Abstract

Metabolic reprogramming is one of the earliest described hallmarks that take place during the transformation of cancer cells. Cancer cells adjust their metabolism to satisfy the demand for energy and biomass precursor required by a proliferative phenotype. The reconstruction of the first genome-scale model of human RECON1 (Duarte et al. , 2007) opened the possibility to simulate human cell metabolism using constraint-based methods. The RECON1 or its latest version Recon3D include all enzymatic reactions and transporters encoded in the genome. However, different cell types express different enzymes and thus the model needs to be contextualized using cell type-specific omic data (Opdam et al. , 2017). Context-specific models are particularly suitable for studying metabolic differences between healthy tissues and cancer cells, and to predict metabolic vulnerabilities in tumours (Agren et al. , 2014). Nonetheless, these methods do not adjust the biomass composition of the cell to fit the demands specific to different cell types and this can lead to prediction errors. Herein we first showed how changes in the biomass definition lead to differences in the prediction of essential genes. We then introduce a novel method to elucidate the dependency between predicted essential gene and the metabolites present in the biomass definition. To elucidate metabolic dependencies specific to each cancer cell line, we apply our approach to the latest human metabolic model and combine these results with CRISPR–Cas9 gene essentiality screens and gene expression data from ~560 cancer cell lines from the Cancer Dependency Map (Meyers et al. , 2017).
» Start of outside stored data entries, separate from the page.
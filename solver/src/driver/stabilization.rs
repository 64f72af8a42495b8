//! Viscous-like stabilization for parts that are not held in every direction
//! until contact closes: an O-ring lying loose between frictionless plates,
//! a seal about to roll. Each free node is tied to its position at the last
//! converged increment by a weak spring, k = factor · μ · V / h² (μ the
//! shear modulus, V the node's share of element volume, h the element size),
//! so the spring force, k Δu, vanishes as the increment's motion settles and
//! never accumulates over increments. It removes the rigid-body modes that
//! make the tangent singular and damps snap-through, at the price of a small
//! force on each moving node. Keep the factor small (1e-4 to 1e-3) and check
//! that the results do not change when it is halved: a part that travels far
//! in every increment (a loose cord carried along by a plate) feels the
//! springs most (about 5 % on the squeeze force at 1e-3, 0.5 % at 1e-4, in
//! the loose-cord test).

use crate::assembly::global::GlobalSystem;
use crate::assembly::Discretization;

/// Spring stiffness per dof for `factor` (0: none), indexed like the global dofs.
pub fn dof_weights(disc: &Discretization, factor: f64) -> Vec<f64> {
    let mesh = disc.mesh();
    let dim = disc.dim;
    // Pressure unknowns (after the displacements) get no spring.
    let mut w = vec![0.0; disc.dof_count()];
    if factor <= 0.0 {
        return w;
    }
    let thickness = match disc.model.analysis {
        crate::element::Analysis::PlaneStrain { thickness } => thickness,
        _ => 1.0,
    };
    for e in 0..mesh.element_count() {
        let nodes = mesh.element_nodes(e);
        let x: Vec<[f64; 3]> = nodes.iter().map(|&n| mesh.nodes[n]).collect();
        // Element size from its bounding box: robust and cheap, enough for a weight.
        let mut size: f64 = 0.0;
        let mut extent = [0.0f64; 3];
        for k in 0..dim {
            let (lo, hi) = x.iter().fold((f64::INFINITY, f64::NEG_INFINITY), |(l, h), p| (l.min(p[k]), h.max(p[k])));
            extent[k] = hi - lo;
            size = size.max(hi - lo);
        }
        let volume: f64 = match (dim, disc.model.analysis) {
            (3, _) => extent[0] * extent[1] * extent[2],
            (_, crate::element::Analysis::Axisymmetric) => {
                let r = x.iter().map(|p| p[0]).sum::<f64>() / x.len() as f64;
                extent[0] * extent[1] * std::f64::consts::TAU * r.abs()
            }
            _ => extent[0] * extent[1] * thickness,
        };
        if !(size > 0.0) {
            continue;
        }
        let mu = disc.model.regions[disc.region_of[e]].material.shear_modulus();
        let k = factor * mu * volume / (size * size) / nodes.len() as f64;
        for &n in nodes {
            for i in 0..dim {
                w[n * dim + i] += k;
            }
        }
    }
    w
}

/// Adds the springs `weights` (per global dof, see [`dof_weights`]) tying
/// the displacement `u` to `anchor` (the last converged one) to `system`.
pub fn add_springs(weights: &[f64], u: &[f64], anchor: &[f64], system: &mut GlobalSystem) {
    for (d, &w) in weights.iter().enumerate() {
        if w != 0.0 {
            system.add_spring(d, w, u[d] - anchor[d]);
        }
    }
}
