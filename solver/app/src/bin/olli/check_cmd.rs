//! `olli check JOB.toml`: reads and checks a job without solving it, and
//! prints what it holds (counts, sets, materials with their moduli and
//! stability) and its warnings. Exit codes: 0 a valid job, 2 bad input.

use std::path::PathBuf;
use std::process::ExitCode;

use olli_app::job::{self, check::check};
use olli_app::output::writer::{check_output_folder, job_stem};

use crate::run_cmd::output_folder;

#[derive(clap::Args)]
#[command(after_help = "Example:\n  olli check examples/bush.toml")]
pub struct Args {
    /// The job file (TOML).
    pub job: PathBuf,
}

pub fn run(args: Args) -> ExitCode {
    match job::load(&args.job) {
        Ok(job) => {
            let folder = output_folder(&job, None);
            if let Err(e) = check_output_folder(&folder, &job_stem(&job)) {
                eprintln!("error: {}: {e}", job.path.display());
                return ExitCode::from(2);
            }
            print!("{}", check(&job));
            println!("job is valid");
            ExitCode::SUCCESS
        }
        Err(e) => {
            eprintln!("error: {e}");
            ExitCode::from(2)
        }
    }
}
The results showed that most of the universal precursors included in the biomass definition (e.g.nucleotides and membrane lipids) are connected to in-vivo essential genes in the majority of the analyzed cancer cell lines. On the contrary, other metabolites also present in the definition seems to be dispensable in most of the considered cell lines. Finally, we found a group of metabolites that appear to be essential only in subgroups of cell lines. Altogether, we showed that the proposed approach can be used to adjust the biomass equation to specific cancer cell lines and ultimately to improve model predictions.